7. A method for manufacturing a cutting blade comprising a rotating disc blade, the method comprising: manufacturing the cutting blade from a blade preform, the blade preform comprising a frame part being made of a less expensive basic material;providing the blade preform with a cutting surface,processing on an attachment surface of the blade preform from at least a wear resistant material layer, the attachment surface being arranged essentially at a cutting area of the cutting blade to be manufactured, the wear resistant material layer comprising steel that is alloyed with tungsten or chromium and vanadium; andmaking the wear resistant material layer from an auxiliary material wire, existing in solid state and being processed on to the attachment surface utilizing an electric arc or by utilizing, laser technique.

8. The method according to claim 7, wherein the processed material layer is being worked, machined and/or ground to accomplish the cutting surface.

9. The method according to claim 7, wherein as the auxiliary material wire an iron based material is being used, which comprises as least the following substances: V: 16%, W: 6.0%, C: 3.9%, Si: 1.4% and MO: 0.4%.

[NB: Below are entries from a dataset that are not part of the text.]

#!/usr/bin/env python3
"""Cross-check eqwatch's Peng-Robinson fugacity coefficients against thermo.

    .venv/bin/python scripts/crosscheck_thermo.py --bin target/release/eqwatch

Reference: thermo's PRMIX (Peng & Robinson, Ind. Eng. Chem. Fundam. 15 (1976)
59; van der Waals one-fluid mixing, all binary interaction parameters zero),
with Tc, Pc, omega read from the [species.critical] blocks of
data/species.toml -- which must be, and are checked to be, exactly the
default values of the chemicals package that thermo itself would use.

eqwatch is run as
    eqwatch calc --reaction R --temperature T --pressure P
                 --composition C --composition-unit mol% --eos peng-robinson --json
and its `fugacity_coefficients`, `compressibility_factor` and `ln_q` are
compared with the reference.
"""

import math
import time

import chemicals
import thermo
from chemicals import acentric, critical
from thermo import PRMIX

from xcheck_common import (P_STD_PA, EqwatchError, Runner, Tally, load_species_toml,
                           parse_args, parse_reaction, require_binary)

# CAS numbers used to look up chemicals' defaults (same as tools/gen_species.py).
CAS = {"H2": "1333-74-0", "N2": "7727-37-9", "NH3": "7664-41-7", "Ar": "7440-37-1",
       "CH4": "74-82-8", "CO": "630-08-0", "CO2": "124-38-9", "CH3OH": "67-56-1",
       "H2O": "7732-18-5"}

AMMONIA_LOOP = {"H2": 60.0, "N2": 20.0, "NH3": 15.0, "Ar": 3.0, "CH4": 2.0}
METHANOL_LOOP = {"H2": 70.0, "CO": 10.0, "CO2": 5.0, "CH4": 10.0, "CH3OH": 3.0, "H2O": 2.0}

# (label, reaction, composition mol%, T string, P string, T in K, P in Pa)
CASES = [
    ("ammonia loop 700 K 150 bar", "N2 + 3 H2 = 2 NH3", AMMONIA_LOOP,
     "700 K", "150 bar", 700.0, 150e5),
    ("ammonia loop 700 K 300 bar", "N2 + 3 H2 = 2 NH3", AMMONIA_LOOP,
     "700 K", "300 bar", 700.0, 300e5),
    # 200 atm = 202.65 bar exactly (1 atm = 1.01325 bar by definition).
    ("ammonia loop 450 degC 200 atm", "N2 + 3 H2 = 2 NH3", AMMONIA_LOOP,
     "450 degC", "202.65 bar", 723.15, 202.65e5),
    ("methanol loop 520 K 80 bar", "CO2 + 3 H2 = CH3OH + H2O", METHANOL_LOOP,
     "520 K", "80 bar", 520.0, 80e5),
]

# Tolerance on phi_i and Z, relative. Both sides solve the same cubic with the
# same inputs: thermo uses the exact PR constants Omega_a = 0.45723552892138...
# and Omega_b = 0.07779607390388..., kappa = 0.37464 + 1.54226 w - 0.26992 w^2
# for every w, and R = 8.31446261815324 (CODATA 2018 to 1e-12). Root-finding
# and summation round-off are ~1e-13, so 1e-6 still exposes any real
# difference: e.g. the textbook-rounded 0.45724 / 0.07780 shift phi and Z by
# 2-3e-6 at 700 K / 150 bar (measured with thermo when writing this script).
RTOL_PHI = 1e-6
RTOL_Z = 1e-6
# ln Q = sum nu_i ln(phi_i y_i P / 1 bar): its error follows from RTOL_PHI
# (|sum nu| <= 4 here, so 4e-6), plus the echo of P.
TOL_LNQ = 5e-6

# Reference values of docs/domain.md §4 (thermo 0.6.1 PRMIX,
# chemicals' default critical constants), given to 4 decimals: the setup must
# reproduce them to half a unit in the last digit, 5e-5.
DOMAIN_700K_150BAR = {"H2": 1.0356, "N2": 1.0546, "NH3": 0.9886, "Z": 1.0330}
TOL_DOMAIN = 5e-5


def critical_constants(tally, species_toml, names):
    """Tc, Pc (Pa), omega from data/species.toml; checked against chemicals."""
    out = {}
    for n in names:
        cr = species_toml[n].get("critical")
        if cr is None:
            tally.check(f"critical constants {n}", False, "no [species.critical] block")
            continue
        tc, pc, om = cr["tc_k"], cr["pc_bar"] * 1e5, cr["omega"]
        ref = (critical.Tc(CAS[n]), critical.Pc(CAS[n]), acentric.omega(CAS[n]))
        # Tc and omega are copied verbatim; Pc went through /1e5 and *1e5, which
        # may change the last bit only (relative 2.2e-16 each), hence 1e-12.
        ok = tc == ref[0] and om == ref[2] and abs(pc - ref[1]) <= 1e-12 * ref[1]
        tally.check(f"critical constants {n} == chemicals defaults", ok,
                    f"file Tc {tc} K Pc {pc:.6g} Pa w {om}; chemicals {ref[0]} K "
                    f"{ref[1]:.6g} Pa {ref[2]}")
        out[n] = (tc, pc, om)
    return out


def thermo_pr(consts, comp, T, P):
    """phi_i and Z of the gas from thermo's PRMIX (kij = 0)."""
    names = list(comp)
    total = sum(comp.values())
    zs = [comp[n] / total for n in names]
    eos = PRMIX(T=T, P=P, Tcs=[consts[n][0] for n in names],
                Pcs=[consts[n][1] for n in names],
                omegas=[consts[n][2] for n in names], zs=zs, kijs=None)
    # Supercritical mixtures have a single real root, which thermo may label
    # 'l' or 'g'; if there are two, the stable one has the lower Gibbs energy.
    if eos.phase == "l/g":
        side = "l" if eos.G_dep_l < eos.G_dep_g else "g"
    else:
        side = eos.phase
    phis = getattr(eos, f"phis_{side}")
    z = getattr(eos, f"Z_{side}")
    return dict(zip(names, phis)), z, dict(zip(names, zs))


def main():
    args = parse_args(__doc__.splitlines()[0])
    tally = Tally("thermo")
    t0 = time.perf_counter()
    species_toml = load_species_toml()
    all_names = sorted(set(AMMONIA_LOOP) | set(METHANOL_LOOP))
    consts = critical_constants(tally, species_toml, all_names)
    if len(consts) != len(all_names):
        tally.finish()

    # Setup proof: thermo reproduces the docs/domain.md §4 values.
    phi, z, _ = thermo_pr(consts, AMMONIA_LOOP, 700.0, 150e5)
    print("DOMAIN reference, 700 K / 150 bar, thermo PRMIX: "
          + ", ".join(f"phi_{k} = {v}" for k, v in DOMAIN_700K_150BAR.items() if k != "Z")
          + f", Z = {DOMAIN_700K_150BAR['Z']}")
    for k, ref in DOMAIN_700K_150BAR.items():
        got = z if k == "Z" else phi[k]
        tally.close_abs(f"thermo setup reproduces DOMAIN {'Z' if k == 'Z' else 'phi_' + k}",
                        got, ref, TOL_DOMAIN, who="thermo")

    require_binary(args.bin, tally)
    run = Runner(args.bin, args.verbose)
    for label, rxn, comp, t_str, p_str, T, P in CASES:
        phi_ref, z_ref, y = thermo_pr(consts, comp, T, P)
        comp_arg = ",".join(f"{n}={v:g}" for n, v in comp.items())
        try:
            out = run("calc", "--reaction", rxn, "--temperature", t_str, "--pressure", p_str,
                      "--composition", comp_arg, "--composition-unit", "mol%",
                      "--eos", "peng-robinson")
        except EqwatchError as e:
            tally.error(f"{{{label}}}", e)
            continue
        # Echoed state: T from a unit conversion (1e-9 K round-off), P in bar.
        tally.close_abs(f"{{{label}}} temperature_k", out.get("temperature_k"), T, 1e-9, "K ")
        tally.close_abs(f"{{{label}}} pressure_bar", out.get("pressure_bar"), P / 1e5, 1e-9,
                        "bar ")
        phis = out.get("fugacity_coefficients") or {}
        for n in comp:
            tally.close_rel(f"{{{label}}} phi_{n}", phis.get(n), phi_ref[n], RTOL_PHI)
        tally.close_rel(f"{{{label}}} Z", out.get("compressibility_factor"), z_ref, RTOL_Z)
        # Reaction quotient in fugacities, f_i = phi_i y_i P, standard state 1 bar.
        nu = parse_reaction(rxn)
        ln_q = sum(v * math.log(phi_ref[n] * y[n] * P / P_STD_PA) for n, v in nu.items())
        tally.close_abs(f"{{{label}}} ln_q (fugacity based)", out.get("ln_q"), ln_q, TOL_LNQ)

    print(f"(elapsed {time.perf_counter() - t0:.1f} s; thermo {thermo.__version__}, "
          f"chemicals {chemicals.__version__})")
    tally.finish()


if __name__ == "__main__":
    main()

10. A cutting blade manufactured from a blade preform, the cutting blade comprising: a cutting surface, the blade preform comprising a frame part, being made of a less expensive basic material and having at its outer periphery an attachment surface, onto which there has been processed at least a wear resistant material layer, forming the actual cutting surface and consisting of steel that is alloyed with tungsten or chromium and vanadium, wherein the cutting blade comprises a rotating disc blade.

11. The cutting blade according to claim 10, wherein the cutting blade comprises a slitter blade in a paper machine.

12. The cutting blade according to claim 10, wherein the material layer comprises iron based material, comprising at least the following substances: V: 16%, W: 6.0%, C: 3.9%, Si: 1.4% and MO: 0.4%.